ArXiv

The Algorithmic Caricature: Auditing LLM-Generated Political Discourse Across Crisis Events

Authors
Gunjan, Sidahmed Benabderrahmane, Talal Rahwan
Categories
cs.CL, cs.AI, cs.CY
arXiv
https://arxiv.org/abs/2605.12452v1
PDF
https://arxiv.org/pdf/2605.12452v1

Brief

The Algorithmic Caricature (Gunjan et al., arXiv 2026-05-12) evaluates whether LLM-generated political posts replicate real online populations by comparing a paired corpus of 1,789,406 posts across nine crisis events. It finds synthetic text is fluent but population-level unrealistic—more negative, less sentiment-dispersed, structurally regular, and lexically abstract—with gaps varying by event and summarized by a proposed 'Caricature Gap'. Full text not available; summary based on abstract.

Why it matters

Paired corpus of 1,789,406 posts across nine crisis events (COVID-19; Jan. 6 Capitol attack; 2020 and 2024 U.S. elections; Dobbs/Roe v. Wade; 2020 BLM protests; U.S. midterms; Utah shooting; U.S.–Iran war) used to compare observed vs.
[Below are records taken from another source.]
"""Every suggested fix, put into the workbook, gives the intended value.

A fix repairs the cause in a formula (auditor.diagnose.fixes). For every finding of the demo
corpus that suggests formulas, each formula is evaluated on its cell's sheet with the project's
evaluator and compared with the intended value of the statistic the cell reports (1e-9 relative:
the design's agreement for computed values). The optional test writes the formulas into a copy of
each workbook (openpyxl), has LibreOffice recalculate it, and compares LibreOffice's values with
the same intended values: an outside check that the formulas mean in a spreadsheet what they
mean to us. The fixtures are LibreOffice recalculations (fixtures/make_fixtures.py).
"""

from __future__ import annotations

import re
import shutil
import sys
from pathlib import Path

import openpyxl
import pytest

from auditor.checks.merge import fix_formulas
from auditor.evaluation.evaluator import Evaluator
from auditor.grid import parse_cell
from auditor.model import WorkbookResult
from auditor.pipeline.audit import audit_workbook
from auditor.policy import load_policy
from auditor.read.open import read_workbook

ROOT = Path(__file__).resolve().parents[2]
WORKBOOKS = sorted((ROOT / "fixtures" / "workbooks").glob("*.xlsx"))
RELATIVE = 1e-9


# A fix that ends in a formula: "Enter the formula again: =SLOPE(…)", "Compute it from the data:
# =T.DIST.2T(…)", "Point it at this block's own data: =…", "…; in Sheet!E12: =…".
TRAILING = re.compile(r"(?:(?:in (?P<cell>[^:;]+!\$?[A-Z]+\$?\d+))?:|use) (?P<formula>=[^;]+?)\.?$")


def _suggested(result: WorkbookResult) -> list[tuple[str, str, float]]:
    """(cell, formula, intended value) for every formula a finding suggests: those recorded
    with stat-recompute's evidence, and those its fix text ends with (pasted results, typed
    counts, copied blocks). Only cells that report a statistic with an intended value count."""
    intended = {
        value.cell: value.intended
        for regression in result.regressions
        for value in regression.reported.values()
        if value.intended is not None
    }
    out = []
    for finding in result.all_findings():
        suggested = list(fix_formulas(finding).items())
        match = TRAILING.search(finding.fix.strip())
        if match is not None and finding.cells:
            suggested.append((match.group("cell") or finding.cells[0], match.group("formula")))
        for cell, formula in suggested:
            if cell in intended:
                out.append((cell, formula, float(intended[cell])))
    return list(dict.fromkeys(out))


def _close(a: float, b: float) -> bool:
    return abs(a - b) <= RELATIVE * max(abs(a), abs(b), 1e-300)


def _all_suggested() -> dict[Path, list[tuple[str, str, float]]]:
    policy = load_policy("general")
    return {path: _suggested(audit_workbook(path, policy)) for path in WORKBOOKS}


SUGGESTED = _all_suggested()


def test_the_corpus_gets_formula_fixes_for_its_wrong_values() -> None:
    count = sum(len(v) for v in SUGGESTED.values())
    assert count >= 30, count  # every kind of wrong value on a plain range gets one
    formulas = [formula for items in SUGGESTED.values() for _, formula, _ in items]
    assert all(f.startswith("=") for f in formulas)
    assert any(f.startswith("=SLOPE(") for f in formulas)
    assert any("T.DIST.2T(" in f for f in formulas)
    assert any(f.startswith("=J6/SQRT(DEVSQ(") for f in formulas)  # a copied block repointed
    assert any("TINV(0.05,E9)" in f for f in formulas)  # a typed count replaced


@pytest.mark.parametrize("path", WORKBOOKS, ids=[p.name for p in WORKBOOKS])
def test_each_suggested_formula_gives_the_intended_value(path: Path) -> None:
    evaluator = Evaluator(read_workbook(path))
    for cell, formula, intended in SUGGESTED[path]:
        sheet = cell.rpartition("!")[0]
        value = evaluator.evaluate(formula, sheet)
        assert isinstance(value, float), (cell, formula, value)
        assert _close(value, intended), (cell, formula, value, intended)


def _stored_prefix(formula: str) -> str:
    """Newer functions are stored with the _xlfn. prefix in a file (design: spreadsheet facts)."""
    for name in ("T.DIST.2T(", "T.INV.2T("):
        formula = re.sub(rf"(?<![._A-Za-z]){re.escape(name)}", "_xlfn." + name, formula)
    return formula


@pytest.mark.optional
def test_libreoffice_agrees_with_every_suggested_formula(tmp_path: Path) -> None:
    soffice = shutil.which("soffice") or shutil.which("libreoffice")
    if soffice is None:
        pytest.skip("LibreOffice (soffice) is not installed")
    placed: dict[str, list[tuple[str, int, int, float, str]]] = {}
    inputs = []
    for path, items in SUGGESTED.items():
        if not items:
            continue
        book = openpyxl.load_workbook(path)
        spots = []
        for cell, formula, intended in items:
            sheet = cell.rpartition("!")[0]
            target = book[sheet]
            row, col = target.max_row + 2 + len(spots), 1
            target.cell(row=row, column=col).value = _stored_prefix(formula)
            spots.append((sheet, row, col, intended, formula))
        copy = tmp_path / "in" / path.name
        copy.parent.mkdir(exist_ok=True)
        book.save(copy)
        inputs.append(copy)
        placed[path.name] = spots
    sys.path.insert(0, str(ROOT / "fixtures"))
    from make_fixtures import recalculate  # the fixtures' own LibreOffice call and profile

    out = tmp_path / "out"
    out.mkdir()
    recalculate(inputs, out, tmp_path)
    for name, spots in placed.items():
        recalculated = read_workbook(out / name)
        for sheet, row, col, intended, formula in spots:
            cell = recalculated.cell(sheet, row, col)
            value = cell.value if cell is not None else None
            assert isinstance(value, (int, float)) and not isinstance(value, bool), (name, formula)
            assert _close(float(value), intended), (name, formula, value, intended)


def test_parse_cell_reads_the_cells_fixes_name() -> None:
    assert parse_cell("E12") == (12, 5)
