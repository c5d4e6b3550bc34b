package yamlpos

import (
	"strings"
	"testing"
)

func TestToken(t *testing.T) {
	cases := []struct{ name, in, want string }{
		{"short", "abc", `"abc"`},
		{"control characters", "a\x00b\x1b", `"a\x00b\x1b"`},
		{"invalid UTF-8", "\xff\xfe", `"\xff\xfe"`},
		{"long", strings.Repeat("é", 50), `"` + strings.Repeat("é", 40) + `"…`},
	}
	for _, c := range cases {
		t.Run(c.name, func(t *testing.T) {
			if got := Token(c.in); got != c.want {
				t.Errorf("got %s, want %s", got, c.want)
			}
		})
	}
}

func TestParserText(t *testing.T) {
	cases := []struct{ name, in, want string }{
		{"plain", "unknown anchor 'y' referenced", "unknown anchor 'y' referenced"},
		{"control characters", "a\x01b\n", `a\x01b\n`},
		{"invalid UTF-8", "b\xffc", `b\xffc`},
		{"replacement character kept", "a\uFFFDé", "a\uFFFDé"},
		{"long", strings.Repeat("x", 200), strings.Repeat("x", 160) + "…"},
	}
	for _, c := range cases {
		t.Run(c.name, func(t *testing.T) {
			if got := parserText(c.in); got != c.want {
				t.Errorf("got %q, want %q", got, c.want)
			}
		})
	}
}

// A field of a line-based file is quoted in a message only when it looks
// like a mistyped number or word.
func TestShownNumberAndWord(t *testing.T) {
	cases := []struct {
		name string
		f    func(string) string
		in   string
		want string
	}{
		{"number empty", ShownNumber, "", "nothing"},
		{"number mistyped", ShownNumber, "1.2.3ms", `"1.2.3ms"`},
		{"number with micro sign", ShownNumber, "850µs", `"850µs"`},
		{"number signed exponent", ShownNumber, "-1e+3", `"-1e+3"`},
		{"number with a space", ShownNumber, "1 ms", "text that is not a number"},
		{"number too long", ShownNumber, strings.Repeat("9", 25), "text that is not a number"},
		{"number at 24 bytes", ShownNumber, strings.Repeat("9", 24), `"` + strings.Repeat("9", 24) + `"`},
		{"number a config line", ShownNumber, "password=hunter2", "text that is not a number"},
		{"number invalid UTF-8", ShownNumber, "1\xff", "text that is not a number"},
		{"word empty", ShownWord, "", "nothing"},
		{"word", ShownWord, "one_way_s", `"one_way_s"`},
		{"word with a point", ShownWord, "1.5", "text that is not one"},
		{"word with a sign", ShownWord, "-x", "text that is not one"},
		{"word too long", ShownWord, strings.Repeat("a", 25), "text that is not one"},
	}
	for _, c := range cases {
		t.Run(c.name, func(t *testing.T) {
			if got := c.f(c.in); got != c.want {
				t.Errorf("got %s, want %s", got, c.want)
			}
		})
	}
}
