// Field is a YAML value together with where it sits: the file it came from
// and its key path from the document root. Aliases are resolved, so Node
// is never an alias node. A Field with a nil Node stands for a key that is
// absent; only IsZero and Errorf are meaningful on it.
type Field struct {
	File string     // file name for messages
	Path string     // key path from the root; "" for the root
	Node *yaml.Node // the value node
}

// Document parses data as one YAML document and returns its root value.
// Syntax errors come back positioned ("file:3: mapping values are not
// allowed in this context"); an empty document is an error, and so is a
// second document in the same data.
// Data larger than MaxYAMLBytes is refused, and so is data that holds
// more than MaxNodes values, counted before the parser builds anything
// (see yamlscan.go).
func Document(file string, data []byte) (Field, error) {
	if len(data) > MaxYAMLBytes {
		return Field{}, &Error{File: file, Msg: fmt.Sprintf("%d bytes, want at most %d (%s)", len(data), MaxYAMLBytes, byteSize(MaxYAMLBytes))}
	}
	if over, line := yamlValuesOver(data, MaxNodes); over {
		return Field{}, &Error{File: file, Line: line, Msg: fmt.Sprintf("want at most %d values, got more", MaxNodes)}
	}
	dec := yaml.NewDecoder(bytes.NewReader(data))
	var doc yaml.Node
	if err := dec.Decode(&doc); err != nil {
		if errors.Is(err, io.EOF) {
			return Field{}, &Error{File: file, Msg: "empty document"}
		}
		return Field{}, syntaxError(file, err)
	}
	var extra yaml.Node
	if err := dec.Decode(&extra); !errors.Is(err, io.EOF) {
		if err != nil {
			return Field{}, syntaxError(file, err)
		}
		line := extra.Line
		if len(extra.Content) > 0 {
			line = extra.Content[0].Line
		}
		return Field{}, &Error{File: file, Line: line, Msg: "want one YAML document, got more"}
	}
	root := NodeField(file, "", &doc)
	if err := root.CheckSize(MaxNodes); err != nil {
		return Field{}, err
	}
	return root, nil
}

// MaxNodes bounds the size of a document once its aliases are expanded
// (see Field.CheckSize).
const MaxNodes = 100_000

// TreeSize counts the values of n's tree with every alias expanded. The
// count stops, with ok false, once it passes limit or the tree is more
// than 1000 levels deep; a tree of a document Document returned is
// neither, so its count with limit math.MaxInt is exact.
func TreeSize(n *yaml.Node, limit int) (count int, ok bool) {
	var walk func(n *yaml.Node, depth int) bool
	walk = func(n *yaml.Node, depth int) bool {
		n = Resolve(n)
		if n == nil {
			return true
		}
		count++
		if count > limit || depth > 1000 {
			return false
		}
		for _, c := range n.Content {
			if !walk(c, depth+1) {
				return false
			}
		}
		return true
	}
	ok = walk(n, 0)
	return count, ok
}

// CheckSize returns an error when the field's tree, counted with every
// alias expanded, holds more than limit nodes: a small file whose aliases
// refer to aliases can stand for an enormous tree ("billion laughs"), and
// decoders that walk it would never finish. The walk stops at the limit.
func (f Field) CheckSize(limit int) error {
	if _, ok := TreeSize(f.Node, limit); !ok {
		return f.Errorf("want at most %d values with aliases expanded, got more", limit)
	}
	return nil
}

var yamlLine = regexp.MustCompile(`^yaml: line (\d+): (.*)$`)

// syntaxError turns a yaml.v3 parse error ("yaml: line 3: …") into an
// *Error with the line split out.
func syntaxError(file string, err error) error {
	msg := err.Error()
	if m := yamlLine.FindStringSubmatch(msg); m != nil {
		line, _ := strconv.Atoi(m[1])
		return &Error{File: file, Line: line, Msg: parserText(m[2]), Err: err}
	}
	return &Error{File: file, Msg: parserText(strings.TrimPrefix(msg, "yaml: ")), Err: err}
}

// parserText is a YAML parser's message made safe to print: a few of them
// quote the input (an anchor's name, say), so control characters and
// invalid UTF-8 are escaped and the text is cut at 160 characters.
func parserText(s string) string {
	var b strings.Builder
	n := 0
	for i, r := range s {
		if n == 160 {
			b.WriteString("…")
			break
		}
		n++
		switch {
		case r == utf8.RuneError && !utf8.FullRuneInString(s[i:]) || r == utf8.RuneError && s[i] != 0xef:
			fmt.Fprintf(&b, `\x%02x`, s[i])
		case unicode.IsControl(r):
			q := strconv.QuoteRune(r)
			b.WriteString(q[1 : len(q)-1])
		default:
			b.WriteRune(r)
		}
	}
	return b.String()
}

// NodeField wraps a node that the caller already holds (a value found in
// another file's tree, say) as a Field with the given file and key path. A
// document node is unwrapped to its content; aliases are resolved.
func NodeField(file, path string, n *yaml.Node) Field {
	return Field{File: file, Path: path, Node: Resolve(n)}
}

// Resolve returns the value n stands for: a document's content, an
// alias's target (aliases of aliases followed); nil for an empty document.
func Resolve(n *yaml.Node) *yaml.Node {
	for range 64 { // aliases of aliases; yaml.v3 rejects cycles already
		if n == nil {
			return nil
		}
		switch n.Kind {
		case yaml.DocumentNode:
			if len(n.Content) == 0 {
				return nil
			}
			n = n.Content[0]
		case yaml.AliasNode:
			n = n.Alias
		default:
			return n
		}
	}
	return n
}

// IsZero reports whether the field is absent (a key not given).
func (f Field) IsZero() bool { return f.Node == nil }

// IsNull reports whether the field is absent or an explicit YAML null
// ("key:" with nothing after it, "~", "null").
func (f Field) IsNull() bool {
	return f.Node == nil || (f.Node.Kind == yaml.ScalarNode && f.Node.Tag == "!!null")
}

// Line is the field's 1-based line, 0 when absent.
func (f Field) Line() int {
	if f.Node == nil {
		return 0
	}
	return f.Node.Line
}

// Errorf returns a positioned error at the field's line and key path.
func (f Field) Errorf(format string, args ...any) *Error {
	e := &Error{File: f.File, Line: f.Line(), Key: f.Path, Msg: fmt.Sprintf(format, args...)}
	for _, a := range args {
		if err, ok := a.(error); ok {
			e.Err = err
			break
		}
	}
	return e
}

// Key returns the key path of a child key: "a" under the root, "x.a" under
// "x".
func (f Field) Key(key string) string {
	if f.Path == "" {
		return key
	}
	return f.Path + "." + key
}

// Got describes the field's value for a "want …, got …" message: a
// scalar's text quoted, otherwise its kind ("a mapping", "a sequence",
// "null", "nothing").
func (f Field) Got() string {
	n := f.Node
	switch {
	case n == nil:
		return "nothing"
	case n.Kind == yaml.MappingNode:
		return "a mapping"
	case n.Kind == yaml.SequenceNode:
		return "a sequence"
	case n.Tag == "!!null":
		return "null"
	}
	v := n.Value
	if len(v) > 40 {
		v = v[:37] + "..."
	}
	return strconv.Quote(v)
}

// Mapping checks that the field is a mapping whose keys are all among
// allowed, each given once, and returns the values by key. An unknown key
// is reported at its own line with the mapping's path and the keys
// accepted there, in the order given:
//
//	pick.yaml:7: sensor_to_controller: unknown key "lossy" (want one of: loss, delay, states, trace)
//
// A null field (a key with nothing after it) counts as an empty mapping.
func (f Field) Mapping(allowed ...string) (map[string]Field, error) {
	if f.IsNull() {
		return map[string]Field{}, nil
	}
	if f.Node.Kind != yaml.MappingNode {
		if f.Path == "" && f.Node.Kind == yaml.ScalarNode {
			// A whole file that reads as one value is not a file of
			// ours at all (a list of hosts, a password file): say so
			// without repeating it.
			return nil, f.Errorf("want a mapping of keys, got a file that reads as a single value (%d characters)", len([]rune(f.Node.Value)))
		}
		return nil, f.Errorf("want a mapping, got %s", f.Got())
	}
	out := make(map[string]Field, len(f.Node.Content)/2)
	for i := 0; i+1 < len(f.Node.Content); i += 2 {
		k, v := Resolve(f.Node.Content[i]), f.Node.Content[i+1]
		if k == nil || k.Kind != yaml.ScalarNode {
			return nil, &Error{File: f.File, Line: f.Node.Content[i].Line, Key: f.Path, Msg: "want a plain key, got a mapping or sequence as key"}
		}
		name := k.Value
		if !contains(allowed, name) {
			return nil, &Error{File: f.File, Line: k.Line, Key: f.Path, Msg: UnknownKey(name, allowed)}
		}
		if _, dup := out[name]; dup {
			return nil, &Error{File: f.File, Line: k.Line, Key: f.Path, Msg: fmt.Sprintf("key %s given twice", Token(name))}
		}
		out[name] = NodeField(f.File, f.Key(name), v)
		if out[name].Node == nil {
			// An alias to nothing; keep the key's position.
			out[name] = Field{File: f.File, Path: f.Key(name), Node: &yaml.Node{Kind: yaml.ScalarNode, Tag: "!!null", Line: k.Line}}
		}
	}
	return out, nil
}

// UnknownKey is the message for a key that is not among allowed:
// `unknown key "num" (want one of: a, b, c)`. The key is quoted and
// escaped, at most 40 characters of it (Token); the accepted keys are
// listed in the order given.
func UnknownKey(name string, allowed []string) string {
	if len(allowed) == 0 {
		return fmt.Sprintf("unknown key %s (want no keys here)", Token(name))
	}
	return fmt.Sprintf("unknown key %s (want one of: %s)", Token(name), strings.Join(allowed, ", "))
}

func contains(list []string, s string) bool {
	for _, x := range list {
		if x == s {
			return true
		}
	}
	return false
}

// Seq checks that the field is a sequence and returns its items, with key
// paths "path[0]", "path[1]", …
func (f Field) Seq() ([]Field, error) {
	if f.Node == nil || f.Node.Kind != yaml.SequenceNode {
		return nil, f.Errorf("want a list, got %s", f.Got())
	}
	out := make([]Field, len(f.Node.Content))
	for i, n := range f.Node.Content {
		out[i] = NodeField(f.File, fmt.Sprintf("%s[%d]", f.Path, i), n)
		if out[i].Node == nil {
			out[i].Node = &yaml.Node{Kind: yaml.ScalarNode, Tag: "!!null", Line: n.Line}
		}
	}
	return out, nil
}

// Text returns a scalar's text. Numbers and booleans are accepted as
// their text ("name: 42" is the name "42"); null, mappings and sequences
// are not.
func (f Field) Text() (string, error) {
	if f.Node == nil || f.Node.Kind != yaml.ScalarNode || f.Node.Tag == "!!null" {
		return "", f.Errorf("want a string, got %s", f.Got())
	}
	return f.Node.Value, nil
}

// Float returns a finite number. YAML's int and float scalars are accepted,
// and so is a quoted string that parses as one ("1e-3"); .inf and .nan are
// not.
func (f Field) Float() (float64, error) {
	v, ok := f.AsFloat()
	if !ok {
		return 0, f.Errorf("want a number, got %s", f.Got())
	}
	return v, nil
}

func (f Field) AsFloat() (float64, bool) {
	n := f.Node
	if n == nil || n.Kind != yaml.ScalarNode || n.Tag == "!!null" || n.Tag == "!!bool" {
		return 0, false
	}
	var v float64
	if n.Tag == "!!int" || n.Tag == "!!float" {
		if err := n.Decode(&v); err != nil {
			return 0, false
		}
	} else {
		var err error
		v, err = strconv.ParseFloat(strings.TrimSpace(n.Value), 64)
		if err != nil {
			return 0, false
		}
	}
	if math.IsNaN(v) || math.IsInf(v, 0) {
		return 0, false
	}
	return v, true
}
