func TestRunScenario(t *testing.T) {
	dir := t.TempDir()
	writeFile(t, dir, "block.yaml", blockProfile)
	scen := writeFile(t, dir, "gate.yaml", `name: conveyor-gate
profile: block.yaml
phases:
  - name: blocked
    duration: 4s
  - name: open
    duration: 4s
    set: {sensor_to_controller.loss: 0}
`)
	ctl := udp(t, "127.0.0.1")
	listen := freePort(t)
	p := startImpair(t, "run", "--scenario", scen, "--time-scale", "0.5", "--exit-after-scenario",
		"--listen", listen, "--controller", ctl.LocalAddr().String(), "--metrics", "127.0.0.1:0")
	url := p.metricsURL()
	p.cmd.Process.Signal(syscall.SIGHUP) // ignored during a scenario
	sensor := udp(t, "127.0.0.1")
	// Send until the open phase forwards one (tolerant bound).
	deadline := time.Now().Add(15 * time.Second)
	got := 0
	for got == 0 {
		if time.Now().After(deadline) {
			t.Fatal("nothing forwarded in the open phase")
		}
		sendTo(t, sensor, listen, []byte("y"))
		got = countReceived(ctl, 1, 20*time.Millisecond)
	}
	m := scrape(t, url)
	if v, ok := sample(m, "rigwire_relay_scenario_phase", `phase="open"`); !ok || v != 1 {
		t.Errorf("rigwire_relay_scenario_phase{phase=\"open\"} = %v %v, want 1", v, ok)
	}
	if v, ok := sample(m, "rigwire_relay_scenario_phase", `phase="blocked"`); !ok || v != 0 {
		t.Errorf("rigwire_relay_scenario_phase{phase=\"blocked\"} = %v %v, want 0", v, ok)
	}
	// Now in the open phase: everything passes.
	for range 10 {
		sendTo(t, sensor, listen, []byte("z"))
	}
	if n := countReceived(ctl, 10, 3*time.Second); n != 10 {
		t.Errorf("open phase forwarded %d of 10", n)
	}
	// --exit-after-scenario: exits 0 by itself.
	if code := p.wait(); code != 0 {
		t.Errorf("exit status %d", code)
	}
	out := p.output()
	for _, want := range []string{
		"scenario conveyor-gate (" + scen + "): 2 phases, 4s, time scale 0.5",
		"phase 1/2 blocked: 2s",
		"phase 2/2 open: 2s",
		"scenario conveyor-gate: phase 2/2 open, 4s of 4s (ended)",
		"the scenario ended (--exit-after-scenario)",
		"SIGHUP ignored: the link plays a scenario",
	} {
		if !strings.Contains(out, want) {
			t.Errorf("output lacks %q", want)
		}
	}
}

func TestRunBadFlags(t *testing.T) {
	dir := t.TempDir()
	prof := writeFile(t, dir, "pass.yaml", passProfile)
	links := writeFile(t, dir, "l.yaml", "links:\n  - {name: a, listen: 127.0.0.1:7001, controller: 127.0.0.1:7101, profile: pass.yaml}\n")
	for _, tc := range []struct {
		args []string
		want string
	}{
		{[]string{}, "one of them is required"},
		{[]string{"--profile", prof, "--scenario", prof}, "want exactly one of them"},
		{[]string{"--links", links, "--listen", "127.0.0.1:1"}, "--listen: not with --links"},
		{[]string{"--profile", prof, "--listen", "127.0.0.1:1", "--controller", "127.0.0.1:2", "--time-scale", "2"}, "--time-scale: only with a scenario"},
		{[]string{"--scenario", prof, "--listen", "127.0.0.1:1", "--controller", "127.0.0.1:2", "--time-scale", "0"}, "--time-scale: want a factor > 0 and ≤ 100"},
		{[]string{"--scenario", prof, "--listen", "127.0.0.1:1", "--controller", "127.0.0.1:2", "--time-scale", "101"}, "--time-scale: want a factor > 0 and ≤ 100"},
		{[]string{"--profile", prof, "--listen", "127.0.0.1:1", "--controller", "127.0.0.1:2", "--exit-after-scenario"}, "--exit-after-scenario: only with a scenario"},
		{[]string{"--profile", prof, "--listen", "127.0.0.1:1", "--controller", "127.0.0.1:2", "--on-trip", "clean"}, "--on-trip: only with --trip-listen"},
		{[]string{"--profile", prof, "--listen", "127.0.0.1:1", "--controller", "127.0.0.1:2", "--trip-listen", "127.0.0.1:3", "--on-trip", "halt"}, "--on-trip: want clean or stop_commands"},
		{[]string{"--links", filepath.Join(dir, "missing.yaml")}, "reading links file"},
	} {
		var stderr bytes.Buffer
		code := dispatch(append([]string{"run"}, tc.args...), io.Discard, &stderr)
		if code != 2 || !strings.Contains(stderr.String(), tc.want) {
			t.Errorf("impair run %q: status %d, stderr %q; want 2 and %q", tc.args, code, stderr.String(), tc.want)
		}
	}
}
LLM-generated political discourse.

Key details

  • Across events, synthetic discourse is more negative, shows less sentiment dispersion, is structurally more regular (shorter-tailed distributions), and is lexically more abstract; observed discourse exhibits broader emotional variation, longer-tailed structural distributions, and more context-specific, colloquial markers.
  • Differences are event-dependent (larger for fast-moving, decentralized crises, smaller for formal/institutional events); authors (Gunjan, Sidahmed Benabderrahmane, Talal Rahwan; arXiv 2026-05-12) propose an event-level 'Caricature Gap' metric and argue population-level auditing complements sentence-level detectors.
Source evidence

Abstract

Large Language Models (LLMs) can generate fluent political text at scale, raising concerns about synthetic discourse during crises and social conflict. Existing AI-text detection often focuses on sentence-level cues such as perplexity, burstiness, or token irregularities, but these signals may weaken as generative systems improve. We instead adopt a Computational Social Science perspective and ask whether synthetic political discourse behaves like an observed online population. We construct a paired corpus of 1,789,406 posts across nine crisis events: COVID-19, the Jan. 6 Capitol attack, the 2020 and 2024 U.S. elections, Dobbs/Roe v. Wade, the 2020 BLM protests, U.S. midterms, the Utah shooting, and the U.S.-Iran war. For each event, we compare observed discourse from social platforms with synthetic discourse generated for the same context. We evaluate four dimensions: emotional intensity, structural regularity, lexical-ideological framing, and cross-event dependency, using mean gaps and dispersion evidence. Across events, synthetic discourse is fluent but population-level unrealistic. It is generally more negative and less dispersed in sentiment, structurally more regular, and lexically more abstract than observed discourse. Observed discourse instead shows broader emotional variation, longer-tailed structural distributions, and more context-specific, colloquial lexical markers. These differences are event-dependent: larger for fast-moving, decentralized crises and smaller for formal or institutionally mediated events. We summarize them with a simple event-level measure, the Caricature Gap. Our findings suggest that the main limitation of synthetic political discourse is not grammar or fluency, but reduced population realism. Population-level auditing complements traditional text-detection and provides a CSS framework for evaluating the social realism of generated discourse.